In examining reactions (8.117) and (8.120), one realizes that SO2 plays a role in catalyzing the recombination of oxygen atoms. Indeed, this homogeneous catalytic recombination of oxygen atoms causes the decrease in the superequilibrium concentration of the oxygen atoms. SO2 also plays a role in the recombination of hydrogen radicals through the route
H+SO2+M→HSO2+M
(8.114)
H+HSO2→H2+SO2
(8.115)
and in the recombination of hydrogen and hydroxyl radicals through the route of reaction (8.114) and
OH+HSO2→H2O+SO2
(8.116)
Combining the preceding considerations of SO3 formation with the realization that SO2 and SO are the major sulfur oxide species in flames, one may use the term SOx to specify the sum of SO, SO2, and SO3. Also, considering that in any combustion system sulfur can appear in the parent hydrocarbon fuel in various forms, it becomes evident that the details of the reaction mechanism for SOx formation are virtually impossible to specify.
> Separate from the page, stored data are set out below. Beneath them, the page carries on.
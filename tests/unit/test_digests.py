"""Digests of files: what is read anew, and when."""

from __future__ import annotations

import hashlib
import os
import time
from pathlib import Path

import pytest

from lineproof import digests as module
from lineproof.digests import Digests
from lineproof.problems import KnownProblem


@pytest.fixture
def file(tmp_path: Path) -> Path:
    path = tmp_path / "returns.csv"
    path.write_text("one\n")
    return path


@pytest.fixture
def settled(monkeypatch: pytest.MonkeyPatch) -> None:
    """Files count as settled at once, so that their digests are remembered."""
    monkeypatch.setattr(module, "_SETTLED", -1.0)


def remembering(file: Path) -> Path:
    memory = file.with_name("known.json")
    digests = Digests(memory)
    digests.of(file)
    digests.keep()
    return memory


def counted(monkeypatch: pytest.MonkeyPatch) -> list[str]:
    """The files that are read from now on."""
    read: list[str] = []
    plain = Digests._read
    monkeypatch.setattr(Digests, "_read", lambda self, name: read.append(name) or plain(self, name))
    return read


def test_the_digest_is_that_of_the_content(file: Path) -> None:
    assert Digests(file.with_name("known.json")).of(file) == hashlib.sha256(b"one\n").hexdigest()


@pytest.mark.usefixtures("settled")
def test_an_unchanged_file_is_not_read_again(file: Path, monkeypatch: pytest.MonkeyPatch) -> None:
    memory, read = remembering(file), counted(monkeypatch)
    assert Digests(memory).of(file) == hashlib.sha256(b"one\n").hexdigest()
    assert read == []


@pytest.mark.usefixtures("settled")
@pytest.mark.parametrize("shift", [-(10**15), 0, 10**15], ids=["older", "equal", "newer"])
@pytest.mark.parametrize("replace", [True, False], ids=["replaced", "overwritten"])
def test_other_content_of_the_same_size_is_noticed(file: Path, shift: int, replace: bool) -> None:
    memory, before = remembering(file), file.stat()
    time.sleep(0.02)  # more than a tick of the clock that stamps files
    if replace:
        other = file.with_name("delivered.csv")
        other.write_text("two\n")
        other.replace(file)
    else:
        file.write_text("two\n")
    os.utime(file, ns=(before.st_atime_ns, before.st_mtime_ns + shift))
    assert Digests(memory).of(file) == hashlib.sha256(b"two\n").hexdigest()


def test_a_file_that_has_just_changed_is_read_again(
    file: Path, monkeypatch: pytest.MonkeyPatch
) -> None:
    """Within one tick of the clock it could change once more and look the same."""
    monkeypatch.setattr(module, "_SETTLED", 3600.0)
    memory, read = remembering(file), counted(monkeypatch)
    Digests(memory).of(file)
    assert read == [str(file)]


@pytest.mark.parametrize("spoilt", ["", "{", "[]", "\xff"])
def test_a_spoilt_memory_is_no_memory(file: Path, spoilt: str) -> None:
    memory = file.with_name("known.json")
    memory.write_bytes(spoilt.encode("latin-1"))
    assert Digests(memory).of(file) == hashlib.sha256(b"one\n").hexdigest()


def test_a_file_that_cannot_be_read_is_a_problem_of_the_user(tmp_path: Path) -> None:
    with pytest.raises(KnownProblem, match=r"absent\.csv: cannot be read: No such file"):
        Digests(tmp_path / "known.json").of(tmp_path / "absent.csv")


@pytest.mark.usefixtures("settled")
def test_modules_named_are_those_of_the_content(tmp_path: Path) -> None:
    code, memory = tmp_path / "a.py", tmp_path / "named.json"
    code.write_text("from lineproof import store\n")

    def named() -> list[str]:
        found = module.ModulesNamed(memory, Digests(tmp_path / "known.json"))
        names = found.of(code)
        found.keep()
        return names

    assert named() == ["lineproof", "lineproof.store"]
    memory.write_text(memory.read_text().replace("lineproof.store", "lineproof.kept"))
    assert named() == ["lineproof", "lineproof.kept"]  # from memory: it is not parsed again
    code.write_text("X = 'lineproof.periods:Months'\n")
    module.modules_named.cache_clear()
    assert named() == ["lineproof.periods"]
    memory.write_text("{")
    assert named() == ["lineproof.periods"]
By virtue of the rapidity of the SOx formation process, Bowman [1] argued that the need for a detailed fuel–sulfur oxidation model may be circumvented by postulating approximate models to estimate the gaseous SOx product distribution in the exhaust products. It has been suggested [50] that three principal assumptions would be involved in the proposed model: (1) the fuel−sulfur compounds should be considered minor species so that the major stable species concentrations would be those due to combustion of the hydrocarbon fuel; (2) the bimolecular H2–O2 reactions and reaction (8.113) would be partially equilibrated in the post-flame gases; (3) the SO3 concentration would be calculated from reactions (8.117), (8.119), and (8.120). The SOx pool would then vary as the overall reaction approaches equilibrium by means of the H2–O2 radical recombination reactions, the reactions that determine the equilibrium between SO2 and SO3, and those that affect the catalytic recombination of H, O, and OH.
8.4.2.6. Fuel−sulfur and fuel−nitrogen interactions
The reactions of fuel−sulfur and fuel−nitrogen are closely coupled to the fuel oxidation; moreover, sulfur-containing radicals and nitrogen-containing radicals compete for the available H, O, OH radicals with the hydrocarbons [24]. Because of this close coupling of the sulfur and nitrogen chemistry and the H, O, OH radical pool in flames, interactions between fuel−sulfur and fuel−nitrogen chemistry are to be expected.
The catalytic reduction of the radicals, particularly the O atom, by sulfur compounds will generally reduce the rates of reactions converting atmospheric nitrogen to NO by the thermal mechanism. However, experiments do not permit explicit conclusions [24]. For example, Wendt and Ekmann [50] showed that high concentrations of SO2 and H2S have an inhibiting effect on thermal NO in premixed methene−air flames, while deSoete [51] showed the opposite effect. To resolve this conflict, Wendt et al. [52] studied the influence of fuel−sulfur on fuel−NO in rich flames, whereupon they found both enhancement and inhibition.
A further interaction comes into play when the thermal DeNOx process is used to reduce NOx. When stack gases cool and initial sulfur is present in the fuel, the SO3 that forms reacts with water to form a mist of sulfuric acid, which is detrimental to the physical plant. Furthermore, the ammonia from the thermal DeNOx process reacts with water to form NH4HSO2, a glue-like, highly corrosive compound. These SO3 conditions can be avoided by reducing the SO3 back to SO2. Under stack (post-combustion) temperatures, the principal elementary reactions for SO3 to SO2 conversion are
HO2+SO3→HSO3+O2
HSO3+M→SO2+OH+M
Since the key to this sequence is the HO2 radical, the aqueous hydrogen peroxide process discussed for NO to NO2 conversion in the stack would be an appropriate approach. The SO2 forms no corrosive liquid mist in the stack and could be removed by wet scrubbing of the exhaust.